Instructions for the task: In the entries below, find every line holding the string "null" and collect it.

Information supplied:
/**
 * The readings with one added or the last removed. Angles still at the even spread (or blank) are
 * spread again for the new count; angles the scrutineer typed are kept, and an added reading then
 * goes halfway between the last angle and 180°.
 */
export function resizeReadings(readings: FormState['readings'], n: number): FormState['readings'] {
  const next =
    n > readings.length
      ? [...readings, ...Array.from({ length: n - readings.length }, () => ({ diameter: '', angle: '' }))]
      : readings.slice(0, n);
  const isEvenSpread = readings.every(
    (r, i) => r.angle.trim() === '' || r.angle.trim() === angleFor(i, readings.length),
  );
  if (isEvenSpread) return next.map((r, i) => ({ ...r, angle: angleFor(i, n) }));
  return next.map((r, i) => {
    if (i < readings.length || r.angle !== '') return r;
    const last = Number(next[i - 1]?.angle);
    return { ...r, angle: String(Math.round(Number.isFinite(last) ? (last + 180) / 2 : (180 / n) * i)) };
  });
}

export function initialFormState(
  target: DockTarget,
  lengthInstrumentId: string | null,
  scaleId: string | null,
): FormState {
  const n = Math.max(target.rules?.nozzle.minReadings ?? 3, 1);
  return {
    // A protest's re-inspection is a protest inspection (the protester's burden); another task, post-race.
    kind: target.card?.openReinspections[0]?.protestId
      ? 'protest'
      : target.card?.openReinspections.length
        ? 'post_race'
        : 'pre_race',
    readings: Array.from({ length: n }, (_, i) => ({ diameter: '', angle: angleFor(i, n) })),
    uncertaintySource: lengthInstrumentId ? 'instrument' : 'class',
    instrumentId: lengthInstrumentId ?? '',
    typedU: '',
    temperature: '',
    material: '',
    instrumentSameAsPart: true,
    instrumentTemperature: '',
    instrumentMaterial: '',
    weighings: ['', ''],
    scaleId: scaleId ?? '',
    // Pre-filled as shown on the card (0.1 kW); the stored declaration keeps its full precision.
    powerKw: figureValue(target.declaredPowerKw, 'powerKw'),
    evidenceSeen: false,
    evidenceKind: '',
    dynoDocumentId: '',
    powerNote: '',
    // Every seal on the boat's components is listed to be checked; none is marked until the scrutineer looks.
    seals: { ...NO_SEALS, checks: Object.fromEntries((target.card?.seals ?? []).map((s) => [s.number, ''])) },
    safety: {},
    items: blankItems(target.rules),
    gauge: NO_GAUGE,
    notes: '',
    supersedesId: null,
    correctionReason: '',
    reinspectionId: target.card?.openReinspections[0]?.id ?? '',
  };
}

/** One empty reading row per reading the class asks for, with the formula's fields. */
export function blankItems(rules: ClassRules | null): Record<string, FormItem> {
  return Object.fromEntries(
    (rules?.measuredItems ?? []).map((m) => [
      m.key,
      {
        instrumentId: '',
        readings: Array.from({ length: m.readings }, () =>
          Object.fromEntries(FORMULA_INPUTS[m.formula.kind].map((x) => [x.name, ''])),
        ),
      },
    ]),
  );
}

const isTyped = (r: Record<string, string>) => Object.values(r).some((v) => v.trim() !== '');

/** The measured items the form will send, in the rules' order: an item with nothing typed is left out (not measured). */
export function itemsToSend(f: FormState, rules: ClassRules | null): { key: string; item: FormItem }[] {
  return (rules?.measuredItems ?? [])
    .map((m) => ({ key: m.key, item: ownValue(f.items, m.key) }))
    .filter((x): x is { key: string; item: FormItem } => !!x.item && x.item.readings.some(isTyped));
}
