import Link from '@/components/link';
import { BrandMark, BrandName } from '@/components/brand-mark';
import { ThemeSwitch } from '@/components/theme-switch';

export default function PublicLayout({ children }: { children: React.ReactNode }) {
  return (
    <div className="flex min-h-screen flex-col">
      <header className="border-b border-paper-line bg-white">
        <div className="mx-auto flex max-w-5xl flex-wrap items-center justify-between gap-x-4 gap-y-2 px-4 py-3">
          <Link href="/" className="flex items-center gap-2 no-underline">
            <BrandMark />
            <BrandName />
          </Link>
          <nav className="flex items-center gap-2" aria-label="Site">
            <ThemeSwitch tone="light" />
            <Link href="/calculator" className="hidden font-bold sm:inline">
              Jet calculator
            </Link>
            {/* On a narrow phone the buttons move under the mark as a row rather than breaking their words. */}
            <Link href="/sign-in" className="btn-secondary whitespace-nowrap px-3 sm:px-5">
              Sign in
            </Link>
            <Link href="/sign-up" className="btn-primary whitespace-nowrap px-3 sm:px-5">
              Sign up
            </Link>
          </nav>
        </div>
      </header>
      <main className="mx-auto w-full max-w-5xl flex-1 px-4 py-8">{children}</main>
      <footer className="border-t border-paper-line px-4 py-6 text-center text-sm text-ink-mute">
        Boreline · inspection records and class parity for water-jet racing
      </footer>
    </div>
  );
}
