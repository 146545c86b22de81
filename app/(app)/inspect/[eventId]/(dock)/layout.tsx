import { openDock } from '../access';

// Decides the dock screen's status (sign-in, 404, permission) before the page renders (see access.ts). The dock has
// no loading.tsx: the screen's heading and finder come in the first HTML, not revealed by React after its scripts.
export default async function DockAccess({
  children,
  params,
}: {
  children: React.ReactNode;
  params: Promise<{ eventId: string }>;
}) {
  await openDock(params);
  return children;
}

Answer box:
  lengthInstrumentId: string | null,
  scaleId: string | null,
    supersedesId: null,
export function blankItems(rules: ClassRules | null): Record<string, FormItem> {
export function itemsToSend(f: FormState, rules: ClassRules | null): { key: string; item: FormItem }[] {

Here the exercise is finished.